I am using Pandas Dataframes. I have a column from a CSV which is integers mixed in with nulls.
I am trying to convert this and insert it into Spanner in as generalizable a way as possible(so I can use the same code for future jobs), which reduces my ability to use sentinel variables. However, DFs cannot handle NaN
s in a pure int column so you have to use Int64
. When I try to insert this into Spanner I get an error that it is not an int64
type, whereas pure Python int
s do work. Is there an automatic way to convert Int64
Pandas values to int
values during the insert? Converting the column before inserting doesn't work, again, because of the null values. Is there another path around this?

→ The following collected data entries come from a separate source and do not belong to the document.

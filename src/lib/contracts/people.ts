import { z } from 'zod';
import { ROLES } from '@/lib/access';
import { instant } from './common';

export const PASSWORD_MIN_LENGTH = 10;
export const PASSWORD_MAX_LENGTH = 200;

export const role = z.enum(ROLES);

export const person = z.strictObject({ id: z.string(), name: z.string(), email: z.string(), roles: z.array(role) });
export type Person = z.infer<typeof person>;

export const signInBody = z.strictObject({
  email: z.string().trim().min(1, 'Enter your e-mail address.').max(254),
  password: z.string().min(1, 'Enter your password.').max(PASSWORD_MAX_LENGTH, 'That is longer than any password here.'),
});

/** Kept exactly as typed: no trimming, no composition rules. */
export const newPassword = z
  .string()
  .min(PASSWORD_MIN_LENGTH, `Use at least ${PASSWORD_MIN_LENGTH} characters; three or four unrelated words do well.`)
  .max(PASSWORD_MAX_LENGTH, `Use at most ${PASSWORD_MAX_LENGTH} characters.`);

export const changePasswordBody = z.strictObject({
  current: z.string().min(1, 'Enter the password you have now.').max(PASSWORD_MAX_LENGTH),
  next: newPassword,
});

export const sessionInfo = z.strictObject({
  id: z.string().describe('opaque handle of the session, not the cookie'),
  startedAt: instant,
  expiresAt: instant,
  agent: z.string(),
  current: z.boolean(),
});
export type SessionInfo = z.infer<typeof sessionInfo>;
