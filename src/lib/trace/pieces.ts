import type { Px } from '@/lib/geometry';
import { hiddenRuns, isBare, whyHidden, type Hidden } from './hidden';
import type { Seen } from './track';
import type { Doubt, Gap } from './types';

const pixelOf = ({ mode, t }: Seen, v: number): Px => (mode === 'columns' ? [t, v] : [v, t]);
const distance = ([a, b]: Px, [c, d]: Px) => Math.hypot(a - c, b - d);
const whole = (px: number) => Math.round(px).toString();

/** Longest stretch under something else, in steps, that still gets points: the ink is there and both sides hold it. */
const LONGEST_UNDER = 3;
const LONG_GAP = 20;
const LONG_TOUCH = 25;

/** What a curve is given as. */
export interface Pieces {
  readonly points: Px[];
  readonly gaps: Gap[];
  readonly doubts: Doubt[];
}

/** Dash gaps in one entry. */
function summed(gaps: readonly Gap[]): Gap[] {
  const dashes = gaps.filter(({ why }) => why === 'dash');
  if (dashes.length === 0) return [...gaps];
  const all: Gap = { from: dashes[0]!.from, to: dashes[dashes.length - 1]!.to, why: 'dash', count: dashes.length };
  return [...gaps.filter(({ why }) => why !== 'dash'), all];
}

function doubtOf({ from, to, why }: Gap): Doubt | null {
  const length = distance(from, to);
  const px: Px = [(from[0] + to[0]) / 2, (from[1] + to[1]) / 2];
  if (why === 'label' && length > LONG_GAP) {
    return {
      px,
      why: 'gap',
      text: `The line is hidden for ${whole(length)} pixels here and is taken to go on beyond: check that it is the same curve.`,
    };
  }
  if (why === 'crossing' && length > LONG_GAP / 2) {
    return {
      px,
      why: 'crossing',
      text: `Another line covers this one for ${whole(length)} pixels: check that the curve goes straight on.`,
    };
  }
  return null;
}

/** Where something touches the line for long: those places are known from one edge only. */
function touches(steps: readonly Seen[], px: (at: number) => Px): Doubt[] {
  const doubts: Doubt[] = [];
  for (let at = 0; at < steps.length; at++) {
    let to = at;
    while (to < steps.length && steps[to]!.mended) to++;
    if (to - at >= LONG_TOUCH) {
      const text = `Another line touches this one for ${whole(to - at)} pixels: its place is known from what shows beside.`;
      doubts.push({ px: px(Math.floor((at + to) / 2)), why: 'neighbour', text });
    }
    at = Math.max(at, to);
  }
  return doubts;
}

/** Points, gaps and doubts from steps and their final centres. */
export function piecesOf(steps: readonly Seen[], centres: readonly number[]): Pieces {
  const runs = hiddenRuns(steps);
  const px = (at: number) => pixelOf(steps[at]!, centres[at]!);
  const lost = new Set<number>();
  const gaps: Gap[] = [];
  const leave = (run: Hidden) => {
    for (let at = run.from; at <= run.to; at++) lost.add(at);
    const [from, to] = [px(run.from - 1), px(run.to + 1)];
    if (distance(from, to) > 2) gaps.push({ from, to, why: whyHidden(steps, run, runs) });
  };
  for (const run of runs) if (isBare(run) || run.to - run.from + 1 > LONGEST_UNDER) leave(run);
  const points = steps.flatMap((_, at) => (lost.has(at) ? [] : [px(at)]));
  const doubts = [...gaps.flatMap((gap) => doubtOf(gap) ?? []), ...touches(steps, px)];
  return { points, gaps: summed(gaps), doubts };
}
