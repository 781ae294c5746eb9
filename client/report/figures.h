/*
 * The report's figures, each drawn from the audit document alone. Every one has a table of the same numbers behind it
 * in the page (html.c).
 */
#ifndef QB_CLIENT_REPORT_FIGURES_H
#define QB_CLIENT_REPORT_FIGURES_H

#include "server/base/buf.h"
#include "server/base/json.h"

void figures_campaign(struct buf *out, const json_t *doc);  /* drills over time and loudness */
void figures_intervals(struct buf *out, const json_t *doc); /* efficiency with its intervals */
void figures_curve(struct buf *out, const json_t *curve, const char *name, unsigned number); /* one pipeline's bins */
void figures_residuals(struct buf *out, const json_t *doc, const char *parameter);           /* strips per pipeline */

#endif
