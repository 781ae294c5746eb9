/* Following the ledger. */
#include "client/link/follow.h"

#include <inttypes.h>
#include <stdio.h>
#include <string.h>
#include <unistd.h>

#include "server/base/alloc.h"
#include "server/base/text.h"

#define COPY_MAX ((size_t)4 << 30)
#define PAGE     500

enum qb_status follow_take(struct follow *f, const uint8_t *frame, size_t n, struct qb_error *e)
{
	struct entry leaf;
	struct ledger_hash h;
	uint8_t key[32];
	enum qb_status st = entry_decode(frame, n, &leaf, e);
	if (st == QB_OK && leaf.seq != f->n)
		st = qb_fail(e, QB_CRYPTO, "ledger", "do not trust this ledger",
		             "leaf %" PRIu64 " stands in place %" PRIu64, leaf.seq, f->n);
	if (st == QB_OK)
		st = view_author_key(&f->view, &leaf, key, e);
	if (st == QB_OK)
		st = entry_verify(&leaf, key, e);
	hash_leaf(&h, frame, n);
	if (st == QB_OK)
		st = view_apply(&f->view, &leaf, h.b, e);
	if (st != QB_OK)
		return st;
	if (f->n == f->cap) {
		f->cap = f->cap > 0 ? 2 * f->cap : 256;
		f->frame = qb_realloc(f->frame, f->cap, sizeof *f->frame);
		f->leaf = qb_realloc(f->leaf, f->cap, sizeof *f->leaf);
	}
	f->frame[f->n] = (struct buf){0};
	buf_put(&f->frame[f->n], frame, n);
	f->leaf[f->n++] = h;
	tree_append(&f->range, &h);
	return QB_OK;
}

enum qb_status follow_open(struct follow *f, const struct home *h, struct qb_error *e)
{
	*f = (struct follow){0};
	char *path = home_path(h, "ledger.bin");
	struct buf b = {0};
	enum qb_status st = QB_OK;
	if (access(path, F_OK) == 0)
		st = file_read(path, COPY_MAX, &b, e);
	struct cursor c = cursor_over(b.data, b.len);
	while (st == QB_OK && c.left > 0) {
		uint32_t n = cursor_u32(&c);
		const uint8_t *p = cursor_take(&c, n);
		if (p == NULL)
			st = qb_fail(e, QB_FORMAT, path, "remove it, so that it is fetched anew",
			             "the copy of the ledger is damaged");
		else
			st = follow_take(f, p, n, e);
	}
	buf_free(&b);
	qb_free(path);
	if (st != QB_OK)
		follow_close(f);
	return st;
}

void follow_close(struct follow *f)
{
	for (uint64_t i = 0; i < f->n; i++)
		buf_free(&f->frame[i]);
	qb_free(f->frame);
	qb_free(f->leaf);
	view_free(&f->view);
	*f = (struct follow){0};
}

static enum qb_status save(const struct follow *f, const struct home *h, struct qb_error *e)
{
	struct buf b = {0};
	char *path = home_path(h, "ledger.bin");
	for (uint64_t i = 0; i < f->n; i++) {
		buf_u32(&b, (uint32_t)f->frame[i].len);
		buf_put(&b, f->frame[i].data, f->frame[i].len);
	}
	enum qb_status st = file_write(path, 0600, b.data, b.len, e);
	buf_free(&b);
	qb_free(path);
	return st;
}

static enum qb_status fetch_head(struct link *l, struct head *out, struct qb_error *e)
{
	json_t *doc;
	const char *text;
	enum qb_status st = link_get(l, "/v1/ledger/head", &doc, e);
	if (st == QB_OK)
		st = json_str(doc, "head", "head", &text, e);
	if (st == QB_OK)
		st = head_parse(text, strlen(text), out, e);
	if (st == QB_OK)
		st = head_verify(out, l->home->service_key, NULL, 0, NULL, e);
	json_decref(doc);
	return st;
}

static enum qb_status fetch_leaves(struct follow *f, struct link *l, uint64_t to, struct qb_error *e)
{
	enum qb_status st = QB_OK;
	while (st == QB_OK && f->n < to) {
		json_t *doc, *v;
		size_t i;
		uint64_t left = to - f->n;
		char *path =
		    text_printf("/v1/ledger/entries?from=%" PRIu64 "&limit=%" PRIu64, f->n, left < PAGE ? left : PAGE);
		st = link_get(l, path, &doc, e);
		qb_free(path);
		if (st == QB_OK && json_array_size(json_object_get(doc, "entries")) == 0)
			st = qb_fail(e, QB_CRYPTO, "ledger", "do not trust this service",
			             "the service withholds leaf %" PRIu64, f->n);
		json_array_foreach(json_object_get(doc, "entries"), i, v)
		{
			struct buf b = {0};
			if (st == QB_OK && f->n < to) {
				if (!json_is_string(v) || !base64_decode(json_string_value(v), &b))
					st = qb_fail(e, QB_FORMAT, "ledger", NULL, "a leaf is not base64");
				else
					st = follow_take(f, b.data, b.len, e);
			}
			buf_free(&b);
		}
		json_decref(doc);
	}
	return st;
}

/* The root of the first n leaves, which we hold. */
static void root_of(struct follow *f, uint64_t n, struct ledger_hash *out)
{
	struct tree_range t = {0};
	if (n == f->n) {
		tree_root(&f->range, out);
		return;
	}
	for (uint64_t i = 0; i < n; i++)
		tree_append(&t, &f->leaf[i]);
	tree_root(&t, out);
}

enum qb_status follow_update(struct follow *f, struct link *l, struct qb_error *e)
{
	struct head *h = QB_NEW(struct head);
	struct ledger_hash root;
	uint64_t before = f->n;
	enum qb_status st = fetch_head(l, h, e);
	if (st == QB_OK && h->size < before)
		st = qb_fail(e, QB_CRYPTO, "ledger", "do not trust this service; tell the custodians",
		             "the service shows %" PRIu64 " leaves, fewer than the %" PRIu64
		             " seen before: it was rolled back",
		             h->size, before);
	if (st == QB_OK)
		st = fetch_leaves(f, l, h->size, e);
	if (st == QB_OK) {
		root_of(f, h->size, &root);
		if (!hash_equal(&root, &h->root))
			st = qb_fail(e, QB_CRYPTO, "ledger", "do not trust this service; tell the custodians",
			             "the head of size %" PRIu64
			             " is not the root of the leaves seen: there are two histories",
			             h->size);
	}
	if (st == QB_OK) {
		f->head = *h;
		f->has_head = true;
		if (f->n > before)
			st = save(f, l->home, e);
	}
	qb_free(h);
	return st;
}

enum qb_status follow_cosign(struct follow *f, struct link *l, struct qb_error *e)
{
	struct head_signature s;
	head_cosign(&f->head, l->home->key.seed, &s);
	json_t *body = json_object();
	json_object_set_new(body, "size", json_integer((json_int_t)f->head.size));
	json_object_set_new(body, "root", json_hex_new(f->head.root.b, 32));
	json_object_set_new(body, "signature", json_hex_new(s.signature, SIGN_BYTES));
	enum qb_status st = link_post(l, "/v1/ledger/cosignatures", body, NULL, e);
	json_decref(body);
	return st;
}

enum qb_status follow_entry(const struct follow *f, uint64_t seq, struct entry *leaf, struct wire_entry *out,
                            struct qb_error *e)
{
	if (seq >= f->n)
		return qb_fail(e, QB_NOT_FOUND, "ledger", NULL, "there is no leaf %" PRIu64, seq);
	enum qb_status st = entry_decode(f->frame[seq].data, f->frame[seq].len, leaf, e);
	if (st == QB_OK && leaf->kind == ENTRY_HIDDEN)
		return qb_fail(e, QB_NOT_FOUND, "ledger", NULL, "leaf %" PRIu64 " is hidden", seq);
	if (st == QB_OK)
		st = wire_entry_parse((const char *)leaf->body, leaf->body_len, out, e);
	return st;
}
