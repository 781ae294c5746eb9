#!/usr/bin/python3
"""Intervals and exact tests of the audit against SciPy, live, on counts from 1 to 200 000."""
import pathlib
import random
import subprocess
import sys
import tempfile

from scipy import stats

top = pathlib.Path(__file__).resolve().parents[2]
rng = random.Random(12)
cases = [(k, n, c) for n in (1, 2, 5, 9, 27, 60) for k in range(n + 1) for c in (0.9, 0.95, 0.99)]
for n in (300, 5000, 20000, 200000):
    cases += [(k, n, 0.95) for k in [0, 1, 2, n // 2, n - 1, n] + [rng.randrange(n) for _ in range(6)]]

with tempfile.TemporaryDirectory() as work:
    helper = work + "/helper"
    subprocess.run(["gcc", "-std=c17", "-D_GNU_SOURCE", "-O2", "-ffp-contract=off", "-I", str(top), "-o", helper,
                    str(top / "tests/outside/audit_binomial_helper.c"), str(top / "server/audit/binomial.c"),
                    str(top / "server/base/check.c"), "-lgsl", "-lgslcblas", "-lm"], check=True)
    lines = "".join(f"{k} {n} {c!r}\n" for k, n, c in cases)
    out = subprocess.run([helper], input=lines, capture_output=True, text=True, check=True).stdout.splitlines()

worst = {}


def hold(name, got, want, where):
    """Keeps the largest relative error of each quantity."""
    scale = max(abs(want), 1e-12)
    error = abs(got - want) / scale
    if error > worst.get(name, (0, None))[0]:
        worst[name] = (error, where)


for (k, n, c), line in zip(cases, out, strict=True):
    got = [float(x) for x in line.split()]
    result = stats.binomtest(k, n)
    wilson = result.proportion_ci(c, method="wilson")
    hold("wilson", got[0], wilson.low if k > 0 else 0.0, (k, n, c))
    hold("wilson", got[1], wilson.high if k < n else 1.0, (k, n, c))
    # The beta quantile, since proportion_ci(method="exact") stops its root search at an absolute 1e-12.
    hold("clopper_pearson", got[2], stats.beta.ppf((1 - c) / 2, k, n - k + 1) if k > 0 else 0.0, (k, n, c))
    hold("clopper_pearson", got[3], stats.beta.ppf((1 + c) / 2, k + 1, n - k) if k < n else 1.0, (k, n, c))
    tail = stats.poisson.sf(k - 1, n / 7)
    if tail > 1e-200:
        hold("poisson upper tail", got[4], tail, (k, n))
    p = stats.binomtest(k, n, 0.3).pvalue
    if p > 1e-200:
        hold("two-sided binomial", got[5], p, (k, n))

limits = {"wilson": 1e-12, "clopper_pearson": 1e-9, "poisson upper tail": 1e-9, "two-sided binomial": 1e-9}
failed = 0
for name, limit in limits.items():
    error, where = worst[name]
    good = error <= limit
    failed += not good
    print(f"{'ok' if good else 'not ok'} {name}: largest relative error {error:.1e} at {where}, {len(cases)} cases")
sys.exit(failed > 0)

Trying to convert from a Series goes like so:
>>>s2=pd.Series([3.0,5.0])
>>>s2
0 3.0
1 5.0
dtype: float64
>>>s1=pd.Series([3.0,None])
>>>s1
0 3.0
1 NaN
dtype: float64
>>>df = pd.DataFrame(data=[s1,s2], dtype=np.int64)
>>>df
0 1
0 3 NaN
1 3 5.0
>>>df = pd.DataFrame(data={"nullable": s1, "nonnullable": s2}, dtype=np.int64)
this last command produces the error ValueError: Cannot convert non-finite values (NA or inf) to integer
My solution was to leave it as NaN
(it turns out NaN == 'nan'
). Then, at the very end, as I went to insert into the Spanner DB, I replaced all NaN
with None
in the DF. I used code from another SO answer: df.replace({pd.np.nan: None})
. Spanner was looking at the NaN
as a 'nan'
string and rejecting that for insertion into an Int64 column. None
is treated as NULL
and can get inserted into Spanner with no issue.